-- THE PROBLEM --
Whenever a line in the records below holds the string "matrix", copy it out.

---+---

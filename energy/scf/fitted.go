package scf

import (
	"context"
	"fmt"

	"poise/energy/buffer"
	"poise/energy/fit"
	"poise/energy/integral"
)

// fockBuilder forms the Coulomb matrix of the total density and the
// exchange matrix of each density: from four-centre integrals (jkBuilder)
// or density fitted (fittedBuilder).
type fockBuilder interface {
	// build forms J and K of the densities of one SCF iteration (possibly
	// incrementally from the previous build).
	build(ctx context.Context, dens [][]float64, wantK bool) (J []float64, K [][]float64, err error)
	// buildFrom forms J and K without reference to earlier builds.
	buildFrom(ctx context.Context, dens [][]float64, wantK bool) (J []float64, K [][]float64, err error)
	// InCore reports whether every four-centre integral is kept in memory.
	InCore() bool
	// StoredFraction is the fraction of the four-centre integrals kept.
	StoredFraction() float64
}

// fittedBuilder is a fockBuilder by density fitting (package fit).
type fittedBuilder struct{ f *fit.Fit }

// newFittedBuilder fits the orbital basis b in the auxiliary basis aux,
// its three-centre array lent by buffers (nil: allocated).
func newFittedBuilder(ctx context.Context, b, aux *integral.Basis, threads int, buffers *buffer.Pool) (*fittedBuilder, error) {
	f, err := fit.NewPooled(ctx, b, aux, threads, buffers)
	if err != nil {
		return nil, fmt.Errorf("density fitting: %w", err)
	}
	return &fittedBuilder{f: f}, nil
}

func (fb *fittedBuilder) build(ctx context.Context, dens [][]float64, wantK bool) ([]float64, [][]float64, error) {
	return fb.buildFrom(ctx, dens, wantK)
}

func (fb *fittedBuilder) buildFrom(ctx context.Context, dens [][]float64, wantK bool) ([]float64, [][]float64, error) {
	dtot := dens[0]
	if len(dens) > 1 {
		dtot = make([]float64, len(dens[0]))
		for _, d := range dens {
			for i, v := range d {
				dtot[i] += v
			}
		}
	}
	J, err := fb.f.Coulomb(ctx, dtot)
	if err != nil {
		return nil, nil, err
	}
	if !wantK {
		return J, nil, nil
	}
	K := make([][]float64, len(dens))
	for s, d := range dens {
		if K[s], err = fb.f.Exchange(ctx, d); err != nil {
			return nil, nil, err
		}
	}
	return J, K, nil
}

// InCore is false: no four-centre integral is kept (or needed).
func (fb *fittedBuilder) InCore() bool { return false }

// StoredFraction is 0: no four-centre integral is kept.
func (fb *fittedBuilder) StoredFraction() float64 { return 0 }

---+---

-- SOLUTION TO THIS EXERCISE --
// fockBuilder forms the Coulomb matrix of the total density and the
// exchange matrix of each density: from four-centre integrals (jkBuilder)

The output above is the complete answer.